Instructions to follow
Only the lines of the data below from the one with "let shift = 0" through the one with "return upright ?" are wanted. Repeat them exactly.

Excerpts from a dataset

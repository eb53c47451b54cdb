/** Text of axes: letters that stand alone are symbols and slanted; subscripts by markup, since most fonts miss their letters. */
import { type Run, runsOf } from '../words/symbol'
import type { Axis } from './chart'
import { type Attributes, px, type SvgNode, svg } from './svg'
import { textWidth } from './text-width'

const SCRIPT = 0.72
const DROP = 0.22

type Parts = Pick<Axis, 'label' | 'lead' | 'symbol' | 'unit'>

/** `scale factor a`, `time from now t − t_0, Gyr`. */
export function titleOf({ label, lead = '', symbol, unit }: Parts, size: number): (SvgNode | string)[] {
  const runs: (Run & { readonly upright?: true })[] = [...runsOf(symbol)]
  if (unit) runs.push({ kind: 'plain', text: `, ${unit}`, upright: true })
  let shift = 0
  const marked = runs.flatMap(({ kind, text, upright }) => {
    const wanted = shiftOf(kind, size)
    const dy = px(wanted - shift)
    shift = wanted
    const place: Attributes = dy === 0 ? {} : { dy }
    return upright ? [svg('tspan', place, text)] : run(kind, text, size, place)
  })
  const begin = runsOf(lead).flatMap(({ kind, text }) => run(kind, text, size, {}))
  return [...begin, `${label.slice(lead.length)}${symbol ? ' ' : ''}`, ...marked]
}

export function titleWidth({ label, symbol, unit }: Parts, size: number): number {
  return textWidth(`${label} ${symbol.replace(/[_^{}]/g, '')}${unit ? `, ${unit}` : ''}`, size)
}

function shiftOf(kind: Run['kind'], size: number): number {
  return kind === 'plain' ? 0 : px((kind === 'sub' ? DROP : -2 * DROP) * size)
}

function run(kind: Run['kind'], text: string, size: number, place: Attributes): SvgNode[] {
  if (kind !== 'plain') return [svg('tspan', { ...place, 'font-size': px(SCRIPT * size) }, text)]
  const parts = text.split(/(?<!\p{L})(\p{L})(?!\p{L})/u)
  const first = parts.findIndex((part) => part !== '')
  return parts.flatMap((part, i) => {
    const style: Attributes = i % 2 === 1 ? { class: 'symbol' } : {}
    return part === '' ? [] : [svg('tspan', { ...(i === first ? place : {}), ...style }, part)]
  })
}
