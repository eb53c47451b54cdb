/** Labels at the ends of curves: above the plot, beside it, or next to a cross within it, never one over another. */
import type { Curve, LongView } from './long-view'
import { type Box, clearest, obstaclesOf } from './obstacles'
import type { Frame, Plot } from './plot'
import { spread } from './spread'
import { fitted, textWidth } from './text-width'

export interface Label {
  readonly slot: number
  /** Empty where only the note is set. */
  readonly name: string
  readonly note: string
  readonly anchor: 'start' | 'middle' | 'end'
  readonly x: number
  /** Upper edge. */
  readonly y: number
  /** From the label to the end of its curve, where they are apart. */
  readonly leader: readonly [x1: number, y1: number, x2: number, y2: number] | null
}

/** Line heights and sizes in units of the type. */
export const NAME_LINE = 1.2
export const NOTE_LINE = 1.1
export const NOTE_SIZE = 0.86
const GAP = 0.9
/** A phone has room for so much of a name. */
const LONGEST_NAME = { wide: 12, compact: 6.5 }

export function nameOf(curve: Curve, frame: Frame): string {
  return fitted(curve.name, frame.type, frame.type * (frame.compact ? LONGEST_NAME.compact : LONGEST_NAME.wide))
}

export function labelHeight(label: Pick<Label, 'name' | 'note'>, type: number): number {
  return type * ((label.name ? NAME_LINE : 0) + (label.note ? NOTE_LINE : 0))
}

export function labelWidth(label: Pick<Label, 'name' | 'note'>, type: number): number {
  return Math.max(textWidth(label.name, type), textWidth(label.note, type * NOTE_SIZE))
}

/** `free` is where the row above the plot begins, right of the axis title. */
export function placeLabels(view: LongView, plot: Plot, frame: Frame, free: number): readonly Label[] {
  const above = topLabels(view.curves, plot, frame, free)
  const beside = frame.compact ? [] : rightLabels(view.curves, plot, frame)
  const placed = [...above, ...beside]
  const inside = view.curves.flatMap((curve) => insideWishes(curve, frame))
  for (const wish of inside) placed.push(placeInside(wish, view, plot, frame, placed))
  return placed
}

/** The curves that are named above the plot. On a phone that has no room for them all it is none: hue and dash are the key. */
export function namedAbove(curves: readonly Curve[], frame: Frame, free: number): readonly Curve[] {
  const ends = curves.filter((curve) => curve.finish?.edge === 'top')
  return frame.compact && roomAbove(ends, frame, free) < Number.POSITIVE_INFINITY ? [] : ends
}

/** For each label, where not all can have what they need. */
function roomAbove(ends: readonly Curve[], frame: Frame, free: number): number {
  const widths = ends.map((curve) => labelWidth(textsOf(curve, frame), frame.type))
  return sharedRoom(widths, frame.width - free - ends.length * GAP * frame.type)
}

function topLabels(curves: readonly Curve[], plot: Plot, frame: Frame, free: number): Label[] {
  const { type } = frame
  const ends = namedAbove(curves, frame, free)
  const room = roomAbove(ends, frame, free)
  const texts = ends.map((curve) => shortened(textsOf(curve, frame), room, type))
  const wishes = ends.map((curve, i) => ({
    middle: plot.x(curve.finish?.at[0] ?? 0),
    length: labelWidth(texts[i] ?? EMPTY, type) + GAP * type,
  }))
  const middles = spread(wishes, free, frame.width)
  return ends.map((curve, i) => {
    const x = middles[i] ?? 0
    const half = (wishes[i]?.length ?? 0) / 2 - GAP * type
    const target = wishes[i]?.middle ?? 0
    const y = plot.top - 0.9 * type - labelHeight(texts[i] ?? EMPTY, type)
    const foot = plot.top - 0.9 * type + 2
    const leader = [Math.max(x - half, Math.min(x + half, target)), foot, target, plot.top - 2] as const
    return { slot: curve.slot, ...(texts[i] ?? EMPTY), anchor: 'middle' as const, x, y, leader }
  })
}

/** The greatest width such that all fit when the longer ones are cut to it. */
function sharedRoom(widths: readonly number[], total: number): number {
  let left = total
  const ascending = [...widths].sort((one, other) => one - other)
  for (const [i, width] of ascending.entries()) {
    const share = left / (ascending.length - i)
    if (width > share) return share
    left -= width
  }
  return Number.POSITIVE_INFINITY
}

const EMPTY = { name: '', note: '' }

function textsOf(curve: Curve, frame: Frame): { readonly name: string; readonly note: string } {
  return { name: nameOf(curve, frame), note: frame.compact ? '' : curve.note }
}

function shortened(text: { readonly name: string; readonly note: string }, room: number, type: number) {
  return { name: fitted(text.name, type, room), note: fitted(text.note, type * NOTE_SIZE, room) }
}

function rightLabels(curves: readonly Curve[], plot: Plot, frame: Frame): Label[] {
  const ends = curves.filter((curve) => curve.finish?.edge === 'right')
  const texts = ends.map((curve) => textsOf(curve, frame))
  const wishes = ends.map((curve, i) => ({
    middle: plot.y(curve.finish?.at[1] ?? 0),
    length: labelHeight(texts[i] ?? EMPTY, frame.type) + 4,
  }))
  const middles = spread(wishes, plot.top - frame.type, plot.bottom)
  return ends.map((curve, i) => {
    const length = wishes[i]?.length ?? 0
    const [middle, target] = [middles[i] ?? 0, wishes[i]?.middle ?? 0]
    const x = plot.right + 0.9 * frame.type
    const leader = Math.abs(middle - target) > length / 3 ? ([x - 3, middle, plot.right + 2, target] as const) : null
    return { slot: curve.slot, ...(texts[i] ?? EMPTY), anchor: 'start' as const, x, y: middle - length / 2 + 2, leader }
  })
}

interface InsideWish {
  readonly slot: number
  readonly name: string
  readonly note: string
  readonly time: number
  readonly scale: number
}

/** Ends within the plot, and the line of a rip; on a phone also what leaves on the right. */
function insideWishes(curve: Curve, frame: Frame): InsideWish[] {
  const wishes: InsideWish[] = []
  const { finish, slot } = curve
  const own = finish?.edge === 'inside' || (frame.compact && finish?.edge === 'right')
  if (finish && own) wishes.push({ slot, ...textsOf(curve, frame), time: finish.at[0], scale: finish.at[1] })
  if (curve.asymptote !== null) {
    wishes.push({ slot, name: '', note: curve.ending, time: curve.asymptote, scale: Number.POSITIVE_INFINITY })
  }
  return wishes
}

function placeInside(wish: InsideWish, view: LongView, plot: Plot, frame: Frame, placed: readonly Label[]): Label {
  const { type } = frame
  const [width, height] = [labelWidth(wish, type), labelHeight(wish, type)]
  const x = plot.x(wish.time)
  const y = wish.scale === Number.POSITIVE_INFINITY ? plot.top + 0.4 * type : plot.y(wish.scale) - height - 0.3 * type
  const boxes = candidates(x, y, width, height, type)
  const taken = placed.map((label) => boxOf(label, type))
  const best = clearest(boxes, obstaclesOf(view, plot), taken, { ...plot, right: frame.width })
  return {
    ...wish,
    anchor: best.x < x ? 'end' : 'start',
    x: best.x < x ? best.x + width : best.x,
    y: best.y,
    leader: null,
  }
}

/** A label may be so many steps from its end. */
const FARTHEST_STEP = 14

/** To the right and to the left of the end, at ever larger distances up or down. */
function candidates(x: number, y: number, width: number, height: number, type: number): Box[] {
  const steps = Array.from({ length: 2 * FARTHEST_STEP + 1 }, (_, i) => (i % 2 === 0 ? i / 2 : -(i + 1) / 2))
  return steps.flatMap((step) =>
    [x + 0.7 * type, x - 0.7 * type - width].map((left) => ({ x: left, y: y - step * 0.8 * type, width, height })),
  )
}

function boxOf(label: Label, type: number): Box {
  const width = labelWidth(label, type)
  const shift = { start: 0, middle: width / 2, end: width }[label.anchor]
  return { x: label.x - shift, y: label.y, width, height: labelHeight(label, type) }
}
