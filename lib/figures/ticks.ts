/** Where an axis has its marks, and what stands there. */
import { ticks } from 'd3-array'
import { fixed, powerOfTen, signed, significant, THIN } from '../words/number'
import type { Axis } from './chart'
import { fractionOf, type Range } from './scale'

export interface Tick {
  readonly at: number
  readonly text: string
}

/**
 * `count` is about how many there should be on an even axis; `gap` is the least distance of two in parts of the axis,
 * told their texts.
 */
export function ticksOf(
  axis: Axis,
  now: number | null,
  count: number,
  gap: (one: Tick, other: Tick) => number,
): Tick[] {
  const text = textOf(axis, now, count)
  const wanted = wishes(axis, now, count).filter((at) => at >= axis.from && at <= axis.to)
  const placed: Tick[] = []
  for (const at of wanted) {
    const tick = { at, text: text(at) }
    const free = placed.every((one) => Math.abs(fractionOf(axis, one.at) - fractionOf(axis, at)) >= gap(one, tick))
    if (free && tick.text !== '') placed.push(tick)
  }
  return placed.sort((one, other) => one.at - other.at)
}

/** The most wanted first. */
function wishes(axis: Range, now: number | null, count: number): number[] {
  const today = now === null ? [] : [now]
  if (axis.scaling === 'linear') return [...today, ...ticks(axis.from, axis.to, count)]
  if (axis.scaling === 'log') return [...today, ...decades(axis.from, axis.to)]
  const sides = decades(axis.linear, Math.max(Math.abs(axis.from), Math.abs(axis.to)))
  return [...today, 0, ...sides.flatMap((at) => [at, -at])]
}

/** So many powers of ten fill an axis. */
const ENOUGH = 6

/** Powers of ten, then their fives and twos where there are few. */
function decades(from: number, to: number): number[] {
  const [first, last] = [Math.floor(Math.log10(from)), Math.ceil(Math.log10(to))]
  const powers = Array.from({ length: last - first + 1 }, (_, i) => first + i)
  const of = (digit: number) => powers.map((power) => Number(`${digit}e${power}`))
  return powers.length > ENOUGH ? sparse(of(1)) : [...of(1), ...of(5), ...of(2)]
}

/** Where there are many decades every second or third of them comes first, so that what is left out is even. */
function sparse(powers: readonly number[]): number[] {
  const step = Math.ceil(powers.length / 9)
  return [...powers.filter((_, i) => i % step === 0), ...powers.filter((_, i) => i % step !== 0)]
}

function textOf(axis: Axis, now: number | null, count: number): (at: number) => string {
  const even = evenTextOf(axis, count)
  const plus = axis.quantity === 'time' || axis.quantity === 'conformal' ? signed : (text: string) => text
  return (at) => {
    if (at === now && (plus === signed || at === 1)) return 'now'
    if (at === 0) return '0'
    if (axis.scaling !== 'linear') return plus(shortest(at))
    return plus(even(at))
  }
}

/** All with the same decimals, and where some are too large or small for that in the same power of ten. */
function evenTextOf(axis: Range, count: number): (at: number) => string {
  if (axis.scaling !== 'linear') return shortest
  const all = ticks(axis.from, axis.to, count)
  const most = Math.max(...all.map(Math.abs))
  const power = most < LARGE && most >= SMALL ? 1 : 10 ** Math.floor(Math.log10(most || 1))
  const decimals = decimalsOf(all.map((at) => at / power))
  if (power === 1) return (at) => fixed(at, decimals)
  return (at) => `${fixed(at / power, decimals)}${THIN}×${THIN}${powerOfTen(power)}`
}

/** Digits of larger and smaller numbers are more than an axis has room for. */
const LARGE = 1e6
const SMALL = 1e-4

const shortest = (at: number): string => {
  const size = Math.abs(at)
  if (size >= 1e5 || size < 1e-3) return powerOfTen(at)
  return significant(at, 1 + Math.max(0, Math.floor(Math.log10(size))))
}

/** As many as the step needs. */
function decimalsOf(values: readonly number[]): number {
  const step = (values[1] ?? 1) - (values[0] ?? 0)
  return step === 0 ? 0 : Math.max(0, -Math.floor(Math.log10(step) + 1e-9))
}
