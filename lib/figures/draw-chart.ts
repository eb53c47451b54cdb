/** A figure as a drawing. */
import type { Chart, Curve, Spot } from './chart'
import { drawAxes, SMALL, uprightTicks, within } from './draw-axes'
import { drawCurve } from './draw-curve'
import { drawLabel } from './draw-label'
import { drawRibbons, ribbonsHeight } from './draw-ribbons'
import { titleWidth } from './draw-text'
import { labelHeight, labelWidth, textsOf } from './label'
import { namedAbove, placeLabels } from './labels'
import { type Frame, type Margins, type Plot, plotOf } from './plot'
import { fractionOf } from './scale'
import { px, type SvgNode, svg } from './svg'
import { textWidth } from './text-width'

/** `className` beside `drawn`, for whoever has to find it. */
export function drawChart(chart: Chart, frame: Frame, className = ''): SvgNode {
  const plot = plotOfChart(chart, frame)
  const labels = placeLabels(chart, plot, frame, freeAbove(chart, frame))
  return svg(
    'svg',
    {
      viewBox: `0 0 ${frame.width} ${heightOfChart(chart, frame)}`,
      class: `drawn ${className}`.trim(),
      role: 'img',
      'aria-label': chart.alternative,
    },
    ...ground(chart, plot, frame),
    drawAxes(chart, plot, frame, titleInRow(chart, frame)),
    ...inOrder(chart.curves).map((curve) => drawCurve(curve, plot, frame)),
    ...drawRibbons(chart, plot, frame),
    ...chart.spots.map((spot) => drawSpot(spot, plot, frame)),
    ...labels.map((label) => drawLabel(label, frame)),
  )
}

/** The strong ones lie on top. */
function inOrder(curves: readonly Curve[]): readonly Curve[] {
  return [...curves.filter(({ strong }) => !strong), ...curves.filter(({ strong }) => strong)]
}

/** Where the plot lies within the drawing. */
export function plotOfChart(chart: Chart, frame: Frame): Plot {
  return plotOf(frame, marginsOf(chart, frame), chart)
}

/** Of the whole drawing: the ribbons hang below the frame. */
export function heightOfChart(chart: Chart, frame: Frame): number {
  return px(frame.height + (chart.ribbons.length > 0 ? ribbonsHeight(chart, plotOfChart(chart, frame), frame) : 0))
}

/** Left margin with the shortest ticks, in units of the type. */
const LEAST_LEFT = 2.4

function leftOf({ y }: Chart, { type, height }: Frame): number {
  const widest = Math.max(...uprightTicks(y, 0.8 * height, { type }).map(({ text }) => textWidth(text, SMALL * type)))
  return Math.max(LEAST_LEFT * type, widest + 1.1 * type)
}

/** Where the row above the plot begins to be free, right of the axis title. */
function freeAbove(chart: Chart, frame: Frame): number {
  const start = frame.compact ? 0 : leftOf(chart, frame)
  return start + titleWidth(chart.y, frame.type * SMALL) + frame.type
}

/** The title of the horizontal axis stands beside its ticks where labels need a margin there anyway. */
function titleInRow(chart: Chart, frame: Frame): boolean {
  return !frame.compact && titleWidth(chart.x, frame.type * SMALL) < Math.max(9 * frame.type, besideOf(chart, frame))
}

/** A label at a mark so near the right edge needs room beside it too. */
const NEAR_EDGE = 0.93

function besideOf({ curves, x }: Chart, frame: Frame): number {
  const near = ({ edge, at }: NonNullable<Curve['finish']>) => edge === 'inside' && fractionOf(x, at[0]) > NEAR_EDGE
  const others = curves.filter(({ finish }) => finish !== null && (finish.edge === 'right' || near(finish)))
  return Math.max(0, ...others.map((curve) => labelWidth(textsOf(curve, frame), frame.type)))
}

function marginsOf(chart: Chart, frame: Frame): Margins {
  const { type, compact } = frame
  const above = namedAbove(chart.curves, frame, freeAbove(chart, frame)).map((curve) =>
    labelHeight(textsOf(curve, frame), type),
  )
  const inRow = titleInRow(chart, frame)
  const title = inRow ? titleWidth(chart.x, type * SMALL) : 0
  return {
    left: leftOf(chart, frame),
    right: compact ? 0.6 * type : Math.max(title, besideOf(chart, frame)) + 1.4 * type,
    top: Math.max(1.5 * type, ...above.map((height) => height + 1.3 * type)),
    bottom: inRow ? 2 * type : 3.2 * type,
  }
}

/** The future lies on a tint; hatched where it is an extrapolation. */
function ground({ now, future, x: axis, ribbons }: Chart, plot: Plot, { id }: Frame): SvgNode[] {
  const pattern = (name: string) => {
    const lines = svg('path', { d: 'M-2 10L10 -2M6 18L18 6', class: name })
    return svg('pattern', { id: `${id}-${name}`, width: 8, height: 8, patternUnits: 'userSpaceOnUse' }, lines)
  }
  const hatched = future === 'hatched' || ribbons.some(({ extrapolated }) => extrapolated)
  const defs = hatched ? [svg('defs', {}, pattern('hatch'), pattern('veil'))] : []
  if (now === null || future === 'none' || axis.to <= now) return defs
  const x = within(axis, now) ? plot.x(now) : plot.left
  const area = { x, y: plot.top, width: px(plot.right - x), height: px(plot.bottom - plot.top) }
  const tint = svg('rect', { ...area, class: 'tint' })
  return [...defs, tint, ...(future === 'hatched' ? [svg('rect', { ...area, fill: `url(#${id}-hatch)` })] : [])]
}

function drawSpot({ tone, at }: Spot, plot: Plot, { type }: Frame): SvgNode {
  const place = { cx: plot.x(at[0]), cy: plot.y(at[1]), r: px(0.3 * type) }
  return svg('g', { class: tone }, svg('circle', { ...place, class: 'spot' }))
}
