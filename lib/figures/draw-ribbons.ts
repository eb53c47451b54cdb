/** Era ribbons on the time axis of the long view: one per scenario, named where a word fits. */

import type { Chart, Ribbon } from './chart'
import type { Era } from './contents'
import { strokeOf } from './dash'
import { within } from './draw-axes'
import type { Stretch } from './eras'
import type { Frame, Plot } from './plot'
import { px, type SvgNode, svg } from './svg'
import { textWidth } from './text-width'

/** In units of the type. */
const PITCH = { wide: 1.75, compact: 1.5 }
const BAR = 1.08
const ABOVE = 0.16
const WORD = 0.78

/** A row below the ribbons, where their colours are named that have no room for a word, and none beside the ribbons. */
const KEY = 1.3

export function ribbonsHeight({ ribbons }: Pick<Chart, 'ribbons'>, plot: Plot, frame: Frame): number {
  const eras = unnamed(ribbons, plot, frame)
  const below = eras.length > 0 && !fitsBeside(eras, ribbons.length, plot, frame)
  return rowsHeight(ribbons.length, frame) + (below ? KEY * frame.type : 0)
}

const rowsHeight = (rows: number, { type, compact }: Frame): number =>
  rows === 0 ? 0 : (rows * (compact ? PITCH.compact : PITCH.wide) + 0.5) * type

/** The ribbons hang below the frame's own height. */
export function drawRibbons({ ribbons, now, x: axis }: Chart, plot: Plot, frame: Frame): SvgNode[] {
  const pitch = (frame.compact ? PITCH.compact : PITCH.wide) * frame.type
  const rows = ribbons.map((one, i) => drawRibbon(one, frame.height + 0.3 * frame.type + i * pitch, plot, frame))
  const below = frame.height + rowsHeight(ribbons.length, frame)
  const eras = unnamed(ribbons, plot, frame)
  const keys = fitsBeside(eras, ribbons.length, plot, frame)
    ? eras.map((era, i) => ({
        era,
        x: plot.right + BESIDE * frame.type,
        y: below - (i + 1) * pitch + 0.26 * frame.type,
      }))
    : inRow(eras, below + 0.25 * frame.type, plot, frame)
  const drawn = [...rows, ...keys.flatMap((key) => drawKey(key, frame))]
  if (ribbons.length === 0 || now === null || !within(axis, now)) return drawn
  const x = plot.x(now)
  const line = svg('line', {
    x1: x,
    x2: x,
    y1: frame.height,
    y2: px(below),
    class: 'now',
  })
  return [...drawn, line]
}

function drawRibbon({ tone, dash, eras, extrapolated }: Ribbon, y: number, plot: Plot, frame: Frame): SvgNode {
  const { type, id } = frame
  const line = px(ABOVE * type)
  const bar = { y: px(y + 2 * line), height: px(BAR * type) }
  const spans = eras.dominant
  const last = spans.at(-1)
  const hatched = extrapolated && last && last.to > 0
  return svg(
    'g',
    { class: tone },
    key(dash, bar.y + bar.height / 2, plot, type),
    ...eras.accelerating.map((span) => svg('rect', { ...extent(span, plot), y: px(y), height: line, class: 'faster' })),
    ...spans.map((span) => svg('rect', { ...extent(span, plot), ...bar, class: classOf(span.value) })),
    ...(hatched
      ? [
          svg('rect', {
            ...extent({ from: Math.max(0, spans[0]?.from ?? 0), to: last.to }, plot),
            ...bar,
            fill: `url(#${id}-veil)`,
          }),
        ]
      : []),
    ...spans.flatMap((span) => word(span, bar.y, plot, type)),
  )
}

function extent({ from, to }: Pick<Stretch<unknown>, 'from' | 'to'>, plot: Plot) {
  const x = plot.x(from)
  return { x, width: px(plot.x(to) - x) }
}

function classOf(era: Era): string {
  return `era ${era.replace(' ', '-')}`
}

/** The scenario's line in the margin. */
function key(place: number, y: number, plot: Plot, type: number): SvgNode {
  const width = px(0.17 * type)
  const ends = { x1: px(0.2 * type), x2: px(plot.left - 0.7 * type), y1: px(y), y2: px(y) }
  return svg('line', { ...ends, ...strokeOf(place, width) })
}

/** Narrower than this many pixels nothing is seen. */
const SEEN = 2

/** The eras that are seen and have their word nowhere. */
function unnamed(ribbons: readonly Ribbon[], plot: Plot, { type }: Frame): readonly Era[] {
  const spans = ribbons.flatMap(({ eras }) => eras.dominant)
  const named = new Set(spans.filter((span) => wordStart(span, plot, type) !== null).map(({ value }) => value))
  const seen = spans.filter(({ from, to, value }) => !named.has(value) && plot.x(to) - plot.x(from) >= SEEN)
  return [...new Set(seen.map(({ value }) => value))]
}

/** Right of the plot, in units of the type. */
const BESIDE = 0.8

function fitsBeside(eras: readonly Era[], rows: number, plot: Plot, { type, width }: Frame): boolean {
  const widest = Math.max(0, ...eras.map((era) => keyWidth(era, type)))
  return eras.length <= rows && plot.right + BESIDE * type + widest <= width
}

const keyWidth = (era: Era, type: number): number => 1.35 * type + textWidth(era, px(WORD * type))

interface Keyed {
  readonly era: Era
  readonly x: number
  readonly y: number
}

function inRow(eras: readonly Era[], y: number, plot: Plot, { type }: Frame): readonly Keyed[] {
  let next = plot.left
  return eras.map((era) => {
    const x = next
    next += keyWidth(era, type) + 1.05 * type
    return { era, x, y }
  })
}

function drawKey({ era, x, y }: Keyed, { type }: Frame): SvgNode[] {
  const swatch = { x: px(x), y: px(y), width: px(type), height: px(0.8 * type), class: classOf(era) }
  const place = { x: px(x + 1.35 * type), y: px(y + 0.68 * type), 'font-size': px(WORD * type) }
  return [svg('rect', swatch), svg('text', { ...place, class: 'axis' }, era)]
}

const wordStart = ({ from, to, value }: Stretch<Era>, plot: Plot, type: number): number | null =>
  startOf(plot.x(from), plot.x(to), plot.x(0), textWidth(value, px(WORD * type)) + 0.6 * type)

function word(span: Stretch<Era>, y: number, plot: Plot, type: number): SvgNode[] {
  const { value } = span
  const start = wordStart(span, plot, type)
  if (start === null) return []
  const size = px(WORD * type)
  const place = { x: px(start + 0.45 * type), y: px(y + 0.79 * type), 'font-size': size }
  return [svg('text', { ...place, class: `era-word ${value.replace(' ', '-')}` }, value)]
}

/** Where a word begins that needs so much room: beside the line of now, never under it. */
function startOf(left: number, right: number, now: number, needed: number): number | null {
  const parts = now > left && now < right ? [[left, now] as const, [now, right] as const] : [[left, right] as const]
  const [start, end] = parts.reduce((best, part) => (part[1] - part[0] > best[1] - best[0] ? part : best))
  return end - start >= needed ? start : null
}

Your solution
  let shift = 0
  const marked = runs.flatMap(({ kind, text, upright }) => {
    const wanted = shiftOf(kind, size)
    const dy = px(wanted - shift)
    shift = wanted
    const place: Attributes = dy === 0 ? {} : { dy }
    return upright ? [svg('tspan', place, text)] : run(kind, text, size, place)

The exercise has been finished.